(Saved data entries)
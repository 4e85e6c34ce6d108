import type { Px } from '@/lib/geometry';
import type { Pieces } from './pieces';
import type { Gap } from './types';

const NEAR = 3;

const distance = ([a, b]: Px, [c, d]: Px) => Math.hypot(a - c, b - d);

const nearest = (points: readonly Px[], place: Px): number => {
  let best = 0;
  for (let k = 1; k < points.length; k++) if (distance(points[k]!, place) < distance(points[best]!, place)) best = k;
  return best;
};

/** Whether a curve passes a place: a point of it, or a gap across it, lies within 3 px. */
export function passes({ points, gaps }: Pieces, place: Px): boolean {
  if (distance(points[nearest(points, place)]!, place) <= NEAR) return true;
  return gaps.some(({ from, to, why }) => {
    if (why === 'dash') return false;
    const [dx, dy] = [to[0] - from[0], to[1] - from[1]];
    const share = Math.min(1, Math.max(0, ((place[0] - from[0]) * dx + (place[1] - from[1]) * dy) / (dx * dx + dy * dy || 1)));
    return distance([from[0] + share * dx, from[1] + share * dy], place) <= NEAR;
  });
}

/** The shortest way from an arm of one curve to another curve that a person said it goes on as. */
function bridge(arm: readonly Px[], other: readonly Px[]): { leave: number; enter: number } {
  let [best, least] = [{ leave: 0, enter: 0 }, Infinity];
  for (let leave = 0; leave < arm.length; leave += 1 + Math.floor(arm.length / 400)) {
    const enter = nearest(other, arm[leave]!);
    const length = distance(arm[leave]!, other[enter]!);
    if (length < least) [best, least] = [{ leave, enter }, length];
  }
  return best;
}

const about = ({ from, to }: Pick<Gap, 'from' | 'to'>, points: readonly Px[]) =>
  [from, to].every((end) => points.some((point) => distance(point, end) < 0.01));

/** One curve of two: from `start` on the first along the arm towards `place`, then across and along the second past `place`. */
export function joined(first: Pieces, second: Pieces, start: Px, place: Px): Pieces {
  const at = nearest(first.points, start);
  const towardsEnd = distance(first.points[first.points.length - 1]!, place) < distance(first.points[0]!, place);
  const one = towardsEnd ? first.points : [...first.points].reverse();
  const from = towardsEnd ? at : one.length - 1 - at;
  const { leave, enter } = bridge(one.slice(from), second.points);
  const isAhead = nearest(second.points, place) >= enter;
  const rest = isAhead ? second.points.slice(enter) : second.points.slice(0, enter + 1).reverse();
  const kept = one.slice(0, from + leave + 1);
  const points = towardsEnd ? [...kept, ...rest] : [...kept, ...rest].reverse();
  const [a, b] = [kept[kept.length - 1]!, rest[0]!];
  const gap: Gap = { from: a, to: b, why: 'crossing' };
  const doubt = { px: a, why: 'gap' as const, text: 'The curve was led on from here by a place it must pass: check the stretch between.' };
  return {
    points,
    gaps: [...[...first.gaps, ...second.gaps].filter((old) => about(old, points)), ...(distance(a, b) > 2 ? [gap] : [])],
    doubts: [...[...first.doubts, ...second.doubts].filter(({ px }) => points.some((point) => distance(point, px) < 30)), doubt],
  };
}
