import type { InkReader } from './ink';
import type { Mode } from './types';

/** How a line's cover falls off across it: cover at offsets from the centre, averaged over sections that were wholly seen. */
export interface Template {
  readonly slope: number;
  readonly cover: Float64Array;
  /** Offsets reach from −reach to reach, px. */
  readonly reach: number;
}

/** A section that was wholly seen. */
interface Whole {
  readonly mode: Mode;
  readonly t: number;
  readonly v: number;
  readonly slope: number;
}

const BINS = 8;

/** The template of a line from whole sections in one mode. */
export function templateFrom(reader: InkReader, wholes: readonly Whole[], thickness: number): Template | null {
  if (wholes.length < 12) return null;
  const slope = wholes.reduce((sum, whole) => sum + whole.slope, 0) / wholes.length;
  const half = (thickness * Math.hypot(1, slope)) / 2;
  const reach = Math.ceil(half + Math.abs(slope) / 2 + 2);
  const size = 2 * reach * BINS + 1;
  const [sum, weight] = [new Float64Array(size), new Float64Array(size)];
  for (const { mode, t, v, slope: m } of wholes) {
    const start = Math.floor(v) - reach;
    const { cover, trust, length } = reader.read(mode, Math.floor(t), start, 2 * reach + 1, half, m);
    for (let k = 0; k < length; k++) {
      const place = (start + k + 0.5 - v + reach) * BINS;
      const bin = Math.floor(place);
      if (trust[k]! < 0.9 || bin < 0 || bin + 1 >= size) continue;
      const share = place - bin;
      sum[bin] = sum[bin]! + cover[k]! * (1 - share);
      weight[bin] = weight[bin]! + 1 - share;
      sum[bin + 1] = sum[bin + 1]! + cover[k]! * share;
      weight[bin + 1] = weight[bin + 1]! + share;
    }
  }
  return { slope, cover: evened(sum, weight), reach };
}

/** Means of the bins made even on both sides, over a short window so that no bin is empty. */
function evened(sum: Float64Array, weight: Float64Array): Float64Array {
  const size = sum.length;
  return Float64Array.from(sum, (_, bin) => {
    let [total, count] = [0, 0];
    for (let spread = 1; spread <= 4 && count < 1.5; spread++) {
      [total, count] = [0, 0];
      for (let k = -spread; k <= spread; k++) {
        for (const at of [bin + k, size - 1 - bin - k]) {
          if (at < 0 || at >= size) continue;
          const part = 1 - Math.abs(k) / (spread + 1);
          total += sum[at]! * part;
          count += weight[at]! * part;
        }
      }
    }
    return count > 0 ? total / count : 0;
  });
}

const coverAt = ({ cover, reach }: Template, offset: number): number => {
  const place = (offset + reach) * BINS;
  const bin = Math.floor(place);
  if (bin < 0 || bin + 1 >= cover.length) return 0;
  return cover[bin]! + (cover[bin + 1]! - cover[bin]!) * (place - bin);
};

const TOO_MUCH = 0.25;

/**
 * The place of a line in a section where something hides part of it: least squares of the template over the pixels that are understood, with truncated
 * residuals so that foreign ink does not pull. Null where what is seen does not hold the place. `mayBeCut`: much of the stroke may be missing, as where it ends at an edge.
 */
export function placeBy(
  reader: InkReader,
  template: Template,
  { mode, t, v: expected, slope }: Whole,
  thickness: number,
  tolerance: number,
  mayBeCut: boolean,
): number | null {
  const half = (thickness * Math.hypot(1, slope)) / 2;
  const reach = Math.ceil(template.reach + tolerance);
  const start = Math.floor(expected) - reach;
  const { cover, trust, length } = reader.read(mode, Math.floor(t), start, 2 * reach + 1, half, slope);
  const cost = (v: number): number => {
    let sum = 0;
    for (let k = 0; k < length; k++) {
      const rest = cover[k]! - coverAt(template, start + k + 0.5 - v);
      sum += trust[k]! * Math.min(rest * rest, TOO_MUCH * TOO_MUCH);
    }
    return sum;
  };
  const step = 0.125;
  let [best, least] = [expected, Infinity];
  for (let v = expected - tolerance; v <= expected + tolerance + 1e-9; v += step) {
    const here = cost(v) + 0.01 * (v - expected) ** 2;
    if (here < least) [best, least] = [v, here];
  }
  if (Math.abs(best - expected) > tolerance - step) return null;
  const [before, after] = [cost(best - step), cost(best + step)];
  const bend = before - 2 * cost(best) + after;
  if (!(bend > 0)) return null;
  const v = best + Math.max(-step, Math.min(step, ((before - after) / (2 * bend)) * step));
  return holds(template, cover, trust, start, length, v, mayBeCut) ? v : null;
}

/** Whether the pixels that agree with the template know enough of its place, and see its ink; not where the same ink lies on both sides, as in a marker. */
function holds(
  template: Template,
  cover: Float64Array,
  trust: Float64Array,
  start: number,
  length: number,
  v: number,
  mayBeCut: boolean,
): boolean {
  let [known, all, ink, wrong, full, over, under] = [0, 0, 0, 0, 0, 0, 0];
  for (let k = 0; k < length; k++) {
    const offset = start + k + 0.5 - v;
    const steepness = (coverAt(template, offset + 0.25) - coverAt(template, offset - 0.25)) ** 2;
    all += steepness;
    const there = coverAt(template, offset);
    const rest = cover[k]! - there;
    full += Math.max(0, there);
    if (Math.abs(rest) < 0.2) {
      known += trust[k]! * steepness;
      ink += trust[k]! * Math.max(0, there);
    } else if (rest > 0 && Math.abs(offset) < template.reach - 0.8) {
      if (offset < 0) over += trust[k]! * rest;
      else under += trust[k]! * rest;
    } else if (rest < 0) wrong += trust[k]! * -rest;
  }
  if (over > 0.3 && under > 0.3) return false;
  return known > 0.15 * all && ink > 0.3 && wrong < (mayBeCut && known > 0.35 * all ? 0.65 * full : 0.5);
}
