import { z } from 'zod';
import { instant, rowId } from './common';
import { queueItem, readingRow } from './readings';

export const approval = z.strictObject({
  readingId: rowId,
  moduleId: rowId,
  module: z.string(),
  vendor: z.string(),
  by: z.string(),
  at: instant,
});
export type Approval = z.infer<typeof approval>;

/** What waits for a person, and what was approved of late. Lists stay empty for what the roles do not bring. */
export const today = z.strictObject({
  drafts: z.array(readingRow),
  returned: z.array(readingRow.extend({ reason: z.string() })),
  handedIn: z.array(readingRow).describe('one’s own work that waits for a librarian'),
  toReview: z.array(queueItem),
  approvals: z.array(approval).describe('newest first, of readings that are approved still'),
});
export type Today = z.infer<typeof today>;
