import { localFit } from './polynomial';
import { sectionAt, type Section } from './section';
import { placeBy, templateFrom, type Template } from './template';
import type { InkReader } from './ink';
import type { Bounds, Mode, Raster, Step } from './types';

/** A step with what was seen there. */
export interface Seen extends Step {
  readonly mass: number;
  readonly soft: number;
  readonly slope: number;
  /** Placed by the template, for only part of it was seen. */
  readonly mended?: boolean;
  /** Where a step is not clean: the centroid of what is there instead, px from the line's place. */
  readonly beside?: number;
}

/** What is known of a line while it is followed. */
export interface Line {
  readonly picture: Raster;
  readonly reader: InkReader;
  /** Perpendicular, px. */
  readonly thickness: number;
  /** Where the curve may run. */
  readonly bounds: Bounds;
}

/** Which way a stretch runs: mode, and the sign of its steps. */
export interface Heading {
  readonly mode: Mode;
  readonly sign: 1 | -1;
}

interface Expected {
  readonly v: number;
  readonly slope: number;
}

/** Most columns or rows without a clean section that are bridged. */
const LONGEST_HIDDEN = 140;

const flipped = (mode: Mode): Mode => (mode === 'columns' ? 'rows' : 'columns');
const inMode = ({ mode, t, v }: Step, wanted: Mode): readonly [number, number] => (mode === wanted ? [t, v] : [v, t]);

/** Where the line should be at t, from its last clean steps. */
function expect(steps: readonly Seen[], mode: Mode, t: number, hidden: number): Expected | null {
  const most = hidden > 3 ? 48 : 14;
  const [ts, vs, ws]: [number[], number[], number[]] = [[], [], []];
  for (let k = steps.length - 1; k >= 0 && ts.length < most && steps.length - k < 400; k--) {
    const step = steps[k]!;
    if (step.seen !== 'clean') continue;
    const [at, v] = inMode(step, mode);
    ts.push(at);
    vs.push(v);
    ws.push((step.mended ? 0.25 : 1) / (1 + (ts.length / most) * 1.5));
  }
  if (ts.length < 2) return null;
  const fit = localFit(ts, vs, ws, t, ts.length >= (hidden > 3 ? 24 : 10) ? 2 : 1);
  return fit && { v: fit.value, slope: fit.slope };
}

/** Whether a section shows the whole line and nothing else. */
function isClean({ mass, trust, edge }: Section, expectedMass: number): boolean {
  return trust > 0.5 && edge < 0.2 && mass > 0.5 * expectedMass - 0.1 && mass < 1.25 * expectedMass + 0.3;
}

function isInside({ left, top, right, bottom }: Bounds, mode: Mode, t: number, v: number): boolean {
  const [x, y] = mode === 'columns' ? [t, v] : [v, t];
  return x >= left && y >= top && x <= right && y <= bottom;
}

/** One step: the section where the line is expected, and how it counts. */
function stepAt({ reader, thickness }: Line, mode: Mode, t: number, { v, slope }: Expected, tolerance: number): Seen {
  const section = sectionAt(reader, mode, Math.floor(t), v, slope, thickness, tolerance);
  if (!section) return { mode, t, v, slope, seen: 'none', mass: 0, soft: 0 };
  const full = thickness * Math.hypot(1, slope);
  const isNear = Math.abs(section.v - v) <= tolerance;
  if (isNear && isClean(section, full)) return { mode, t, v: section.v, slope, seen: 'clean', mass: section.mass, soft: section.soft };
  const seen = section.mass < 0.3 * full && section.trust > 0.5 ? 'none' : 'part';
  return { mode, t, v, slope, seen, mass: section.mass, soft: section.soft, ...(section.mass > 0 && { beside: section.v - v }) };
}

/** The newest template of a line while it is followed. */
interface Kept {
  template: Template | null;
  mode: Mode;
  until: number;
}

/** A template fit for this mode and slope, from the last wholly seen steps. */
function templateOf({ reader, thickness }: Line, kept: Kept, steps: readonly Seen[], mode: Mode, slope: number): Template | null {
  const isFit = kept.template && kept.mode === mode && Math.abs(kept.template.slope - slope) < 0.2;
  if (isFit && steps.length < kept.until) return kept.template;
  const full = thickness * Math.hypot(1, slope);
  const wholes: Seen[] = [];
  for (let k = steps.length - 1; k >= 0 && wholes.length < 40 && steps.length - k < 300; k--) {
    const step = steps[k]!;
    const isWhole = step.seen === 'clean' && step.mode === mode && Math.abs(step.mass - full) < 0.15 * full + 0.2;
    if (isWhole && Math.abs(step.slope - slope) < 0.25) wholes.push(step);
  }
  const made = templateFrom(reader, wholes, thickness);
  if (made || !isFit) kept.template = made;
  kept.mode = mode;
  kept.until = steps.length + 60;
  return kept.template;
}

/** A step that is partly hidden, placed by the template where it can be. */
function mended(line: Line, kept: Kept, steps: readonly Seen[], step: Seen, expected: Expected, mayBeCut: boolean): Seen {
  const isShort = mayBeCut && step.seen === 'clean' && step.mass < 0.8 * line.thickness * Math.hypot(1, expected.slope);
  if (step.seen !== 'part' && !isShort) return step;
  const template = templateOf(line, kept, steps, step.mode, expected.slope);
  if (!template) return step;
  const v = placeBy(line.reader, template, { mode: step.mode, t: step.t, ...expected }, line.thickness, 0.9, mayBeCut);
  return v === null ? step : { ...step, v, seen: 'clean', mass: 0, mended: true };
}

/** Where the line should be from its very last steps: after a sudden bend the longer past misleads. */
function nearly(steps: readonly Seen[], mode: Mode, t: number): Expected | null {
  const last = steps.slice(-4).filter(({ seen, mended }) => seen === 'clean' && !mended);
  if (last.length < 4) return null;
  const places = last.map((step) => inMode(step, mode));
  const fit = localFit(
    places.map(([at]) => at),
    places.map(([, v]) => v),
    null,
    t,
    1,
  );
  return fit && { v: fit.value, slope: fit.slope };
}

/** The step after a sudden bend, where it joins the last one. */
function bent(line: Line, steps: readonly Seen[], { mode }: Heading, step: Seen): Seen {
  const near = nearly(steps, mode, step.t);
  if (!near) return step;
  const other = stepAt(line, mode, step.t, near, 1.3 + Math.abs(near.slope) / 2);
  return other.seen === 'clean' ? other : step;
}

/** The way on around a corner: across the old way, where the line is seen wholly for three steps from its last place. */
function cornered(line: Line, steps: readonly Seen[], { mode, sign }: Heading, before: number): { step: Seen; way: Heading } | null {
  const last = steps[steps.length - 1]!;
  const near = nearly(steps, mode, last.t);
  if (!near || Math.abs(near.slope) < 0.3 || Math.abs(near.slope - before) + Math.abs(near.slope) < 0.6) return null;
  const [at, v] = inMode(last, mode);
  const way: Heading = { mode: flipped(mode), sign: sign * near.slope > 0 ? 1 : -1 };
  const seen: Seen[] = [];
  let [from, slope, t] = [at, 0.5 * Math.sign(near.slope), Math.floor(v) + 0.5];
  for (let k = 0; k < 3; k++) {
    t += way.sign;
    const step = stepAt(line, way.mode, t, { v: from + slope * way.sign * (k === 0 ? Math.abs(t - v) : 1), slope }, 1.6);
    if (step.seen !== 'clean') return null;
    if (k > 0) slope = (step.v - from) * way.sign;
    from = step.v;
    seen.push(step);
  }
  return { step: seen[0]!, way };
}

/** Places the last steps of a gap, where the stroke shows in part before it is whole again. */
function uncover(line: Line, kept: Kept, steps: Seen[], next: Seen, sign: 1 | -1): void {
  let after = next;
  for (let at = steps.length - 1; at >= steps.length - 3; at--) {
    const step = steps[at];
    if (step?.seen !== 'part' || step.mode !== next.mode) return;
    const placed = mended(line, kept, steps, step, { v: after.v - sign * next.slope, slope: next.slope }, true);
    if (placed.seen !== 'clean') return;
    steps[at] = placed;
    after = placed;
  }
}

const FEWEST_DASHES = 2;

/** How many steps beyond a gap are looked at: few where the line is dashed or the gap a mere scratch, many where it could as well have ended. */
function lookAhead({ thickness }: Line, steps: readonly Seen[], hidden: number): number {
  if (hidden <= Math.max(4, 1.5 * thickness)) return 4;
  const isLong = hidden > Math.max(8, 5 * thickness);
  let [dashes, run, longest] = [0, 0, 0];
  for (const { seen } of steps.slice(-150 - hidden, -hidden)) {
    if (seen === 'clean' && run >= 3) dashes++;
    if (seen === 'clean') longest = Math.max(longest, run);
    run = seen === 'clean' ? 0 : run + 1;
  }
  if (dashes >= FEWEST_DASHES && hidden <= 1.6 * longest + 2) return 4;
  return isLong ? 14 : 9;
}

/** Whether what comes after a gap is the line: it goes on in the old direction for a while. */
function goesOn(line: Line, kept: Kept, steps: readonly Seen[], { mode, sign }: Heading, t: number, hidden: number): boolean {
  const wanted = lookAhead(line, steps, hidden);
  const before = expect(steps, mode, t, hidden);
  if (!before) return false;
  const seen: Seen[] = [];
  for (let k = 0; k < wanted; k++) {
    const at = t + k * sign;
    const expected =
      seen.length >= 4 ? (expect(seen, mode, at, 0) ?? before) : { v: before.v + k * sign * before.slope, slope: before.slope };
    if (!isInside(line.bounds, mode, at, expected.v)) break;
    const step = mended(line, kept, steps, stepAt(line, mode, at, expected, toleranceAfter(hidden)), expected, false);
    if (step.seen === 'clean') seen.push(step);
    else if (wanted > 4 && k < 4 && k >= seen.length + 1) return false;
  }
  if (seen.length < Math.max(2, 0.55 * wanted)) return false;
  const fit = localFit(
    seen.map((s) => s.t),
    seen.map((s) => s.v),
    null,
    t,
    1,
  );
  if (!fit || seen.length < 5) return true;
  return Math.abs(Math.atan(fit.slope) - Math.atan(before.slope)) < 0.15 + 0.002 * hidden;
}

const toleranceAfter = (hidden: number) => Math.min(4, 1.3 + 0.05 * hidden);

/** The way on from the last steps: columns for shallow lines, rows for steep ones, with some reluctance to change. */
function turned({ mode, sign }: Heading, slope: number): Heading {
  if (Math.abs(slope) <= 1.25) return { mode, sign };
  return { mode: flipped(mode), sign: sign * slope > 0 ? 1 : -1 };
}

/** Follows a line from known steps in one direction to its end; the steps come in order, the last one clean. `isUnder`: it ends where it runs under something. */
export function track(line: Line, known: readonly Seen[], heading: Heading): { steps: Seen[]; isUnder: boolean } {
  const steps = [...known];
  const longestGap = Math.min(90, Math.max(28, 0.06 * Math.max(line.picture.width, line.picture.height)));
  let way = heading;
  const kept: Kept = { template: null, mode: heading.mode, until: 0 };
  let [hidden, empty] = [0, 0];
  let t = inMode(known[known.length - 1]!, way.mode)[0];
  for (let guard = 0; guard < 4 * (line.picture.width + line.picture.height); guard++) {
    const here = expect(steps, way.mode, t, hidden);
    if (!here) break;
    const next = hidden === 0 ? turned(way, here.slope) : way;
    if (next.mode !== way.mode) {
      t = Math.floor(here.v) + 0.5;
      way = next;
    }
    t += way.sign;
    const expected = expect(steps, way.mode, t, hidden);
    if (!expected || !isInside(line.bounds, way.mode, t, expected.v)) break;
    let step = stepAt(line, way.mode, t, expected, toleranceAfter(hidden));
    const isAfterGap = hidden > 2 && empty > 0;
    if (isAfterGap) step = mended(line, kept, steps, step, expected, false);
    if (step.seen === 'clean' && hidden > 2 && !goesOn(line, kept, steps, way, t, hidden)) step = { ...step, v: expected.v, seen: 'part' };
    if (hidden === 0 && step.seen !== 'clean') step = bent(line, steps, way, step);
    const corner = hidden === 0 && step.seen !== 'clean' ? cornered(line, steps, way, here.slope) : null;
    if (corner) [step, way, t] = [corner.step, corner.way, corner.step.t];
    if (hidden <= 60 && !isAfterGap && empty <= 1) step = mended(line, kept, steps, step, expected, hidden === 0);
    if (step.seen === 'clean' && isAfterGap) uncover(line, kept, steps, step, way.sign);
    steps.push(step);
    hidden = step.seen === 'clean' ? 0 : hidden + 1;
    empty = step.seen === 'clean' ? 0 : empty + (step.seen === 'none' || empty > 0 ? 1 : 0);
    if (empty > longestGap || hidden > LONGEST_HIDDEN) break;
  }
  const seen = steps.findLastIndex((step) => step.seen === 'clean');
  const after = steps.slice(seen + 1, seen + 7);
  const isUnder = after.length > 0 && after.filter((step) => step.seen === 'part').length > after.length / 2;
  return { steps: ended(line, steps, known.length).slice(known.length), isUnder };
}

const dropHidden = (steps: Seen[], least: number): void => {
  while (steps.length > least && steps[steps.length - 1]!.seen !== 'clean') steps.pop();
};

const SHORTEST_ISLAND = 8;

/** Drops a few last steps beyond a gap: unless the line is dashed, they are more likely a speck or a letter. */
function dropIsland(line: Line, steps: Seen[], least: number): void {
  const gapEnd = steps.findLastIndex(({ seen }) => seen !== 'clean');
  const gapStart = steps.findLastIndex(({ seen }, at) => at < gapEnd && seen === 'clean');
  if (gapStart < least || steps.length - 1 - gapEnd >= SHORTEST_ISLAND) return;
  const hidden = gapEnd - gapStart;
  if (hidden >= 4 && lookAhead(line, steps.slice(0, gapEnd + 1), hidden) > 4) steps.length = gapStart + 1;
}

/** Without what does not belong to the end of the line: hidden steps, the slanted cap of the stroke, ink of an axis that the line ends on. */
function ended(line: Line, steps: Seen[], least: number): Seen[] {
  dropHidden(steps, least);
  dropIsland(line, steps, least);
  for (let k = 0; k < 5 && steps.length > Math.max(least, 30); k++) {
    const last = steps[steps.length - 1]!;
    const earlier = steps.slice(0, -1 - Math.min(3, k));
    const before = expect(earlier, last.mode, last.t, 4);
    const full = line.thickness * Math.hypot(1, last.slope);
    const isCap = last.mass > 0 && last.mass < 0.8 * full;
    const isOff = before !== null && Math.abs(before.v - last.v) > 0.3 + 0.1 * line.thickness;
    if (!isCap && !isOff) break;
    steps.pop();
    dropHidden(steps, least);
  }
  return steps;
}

» **TASK STATEMENT**
Take every line from the records that holds "size" and copy it down.

» **PROBLEM SOLUTION**
  const size = 2 * reach * BINS + 1;
  const [sum, weight] = [new Float64Array(size), new Float64Array(size)];
      if (trust[k]! < 0.9 || bin < 0 || bin + 1 >= size) continue;
  const size = sum.length;
        for (const at of [bin + k, size - 1 - bin - k]) {
          if (at < 0 || at >= size) continue;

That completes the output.